The ELK Stack with Beats: Creating Logstash Filters

On my test ELK server, I have a script running every five minutes on a cron job:

echo "$(date +%Y-%m-%d.%H:%M:%S) $(ps aux | grep 'kibana.*node' | grep -v grep | awk '{ print $4 }' | tr -d ' ')" >> "/var/log/node.percentmem.log"

This produces output that looks like this:

2016-03-17.12:55:01 9.3
2016-03-17.13:00:01 9.6
2016-03-17.13:05:01 9.8
2016-03-17.13:10:01 10.1
2016-03-17.13:15:01 10.4
2016-03-17.13:20:01 10.4
2016-03-17.13:25:01 10.7
2016-03-17.13:30:02 10.9
2016-03-17.13:35:01 11.2
2016-03-17.13:40:01 11.5
2016-03-17.13:45:01 11.8
2016-03-17.13:50:01 12.0
2016-03-17.13:55:01 12.3
2016-03-17.14:00:01 12.5
2016-03-17.14:05:01 12.8
2016-03-17.14:10:01 13.1
2016-03-17.14:15:01 13.5
2016-03-17.14:20:01 4.2

This is of interest because Kibana uses Node, and Node's memory usage is insane. To import this with logstash I created the file /etc/logstash/conf.d/03-local-nodemem.conf:

input {
    file {
        path => '/var/log/node.percentmem.log'
        type => "nodemem" # not an existing type, going to build our own filter
    }
}

This tells logstash to pull in this newly created log, but for it to be useful we have to create a filter to interpret the data. I put this in /etc/logstash/conf.d/13-nodemem-filter.conf:

filter {
  if [type] == "nodemem" {
    grok {
      match => { "message" => "%{YEAR:year}-%{MONTH:month-%{MONTHDAY:monthday}.%{TIME:time} %{NUMBER:percentmem}" }
    }
  }
}

To begin creating filters like this, you'll really want to spend a bit of time reading either /opt/logstash/vendor/bundle/jruby/1.9/gems/logstash-patterns-core-2.0.2/patterns/grok-patterns OR https://github.com/logstash-plugins/logstash-patterns-core/blob/master/patterns/grok-patterns which lists the default pattern types that logstash understands.

The filter I created above doesn't work. Finding that out is hard enough: finding out why not is even trickier. The first error I managed to spot on my own: I'm missing a closing brace on "MONTH:month". For the second, I needed some external assistance: I went to GrokConstructor , where you can input some of the log you want to grok, and the pattern (use only the stuff inside quotes after "message", so "%{YEAR: ... ...:percentmem}" WITHOUT THE QUOTES, which will break it).
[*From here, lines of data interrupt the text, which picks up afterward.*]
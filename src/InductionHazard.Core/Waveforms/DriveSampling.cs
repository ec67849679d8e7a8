using System;
using System.Collections.Generic;
using System.Linq;

namespace InductionHazard.Waveforms;

/// <summary>
/// Times at which to look at a set of drives to find their extremes: every breakpoint, and between breakpoints
/// steps no longer than each curved drive's <see cref="FieldWaveform.MaxStepSeconds"/>; one period of a drive
/// that runs on. Bounded in number, so a long capture is thinned rather than read point by point twice.
/// </summary>
public static class DriveSampling
{
    /// <summary>The most times returned before the uniform fill is thinned.</summary>
    public const int MaxTimes = 200_000;

    /// <summary>The sample times over the drives' active spans, sorted and distinct.</summary>
    public static double[] Times(IReadOnlyList<FieldWaveform> drives)
    {
        var times = new List<double>();
        double start = drives.Min(d => d.StartSeconds);
        double end = drives.Max(d => double.IsInfinity(d.EndSeconds) ? d.StartSeconds + Span(d) : d.EndSeconds);
        foreach (FieldWaveform d in drives)
        {
            foreach (double b in d.Breakpoints)
            {
                if (b >= start && b <= end && times.Count < 4 * MaxTimes)
                {
                    times.Add(b);
                }
            }
        }

        double step = drives.Min(d => d.MaxStepSeconds);
        double span = end - start;
        if (double.IsInfinity(step) || span / step > MaxTimes)
        {
            step = span / Math.Min(MaxTimes, Math.Max(1000, 4 * times.Count));
        }

        if (step > 0 && Quantities.Finite.Is(step))
        {
            for (double t = start; t < end; t += step)
            {
                times.Add(t);
            }
        }

        times.Add(end);
        times.Sort();
        return times.Distinct().ToArray();
    }

    /// <summary>How much of a drive that runs on is looked at: two periods, or its time scales.</summary>
    private static double Span(FieldWaveform d) =>
        d.IsPeriodic ? 2 * d.PeriodSeconds : Math.Max(d.TimeScales.Max(s => s.Seconds) * 10, 1e-6);
}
This seems to considerably superior to GrokDebug (listed as comparable in the logstash documentation) because it shows partial matches and makes attempts on multiple lines - GrokDebug succeeds or fails, which is much harder to debug, and only works on the first supplied line. So with GrokConstructor, I saw that it was breaking on the "MONTH" which should in fact be "MONTHNUM" because "MONTH" is written out names, and "MONTHNUM" is the two digit number we need. Here's the correct filter:

filter {
  if [type] == "nodemem" {
    grok {
      match => { "message" => "%{YEAR:year}-%{MONTHNUM:month}-%{MONTHDAY:monthday}.%{TIME:time} %{NUMBER:percentmem}" }
    }
  }
}

At that point, the log is being parsed correctly ... but - despite the fact that you've clearly processed it with the name "NUMBER," it is not in fact a number. It's still a string. And this is important if you want to get Kibana to graph the value: we have to convince Kibana it's a numerical value that it can graph. So replace "%{NUMBER:percentmem}" with "%{NUMBER:percentmem:float}". This is probably still an imperfect solution, but it's the best I've managed so far.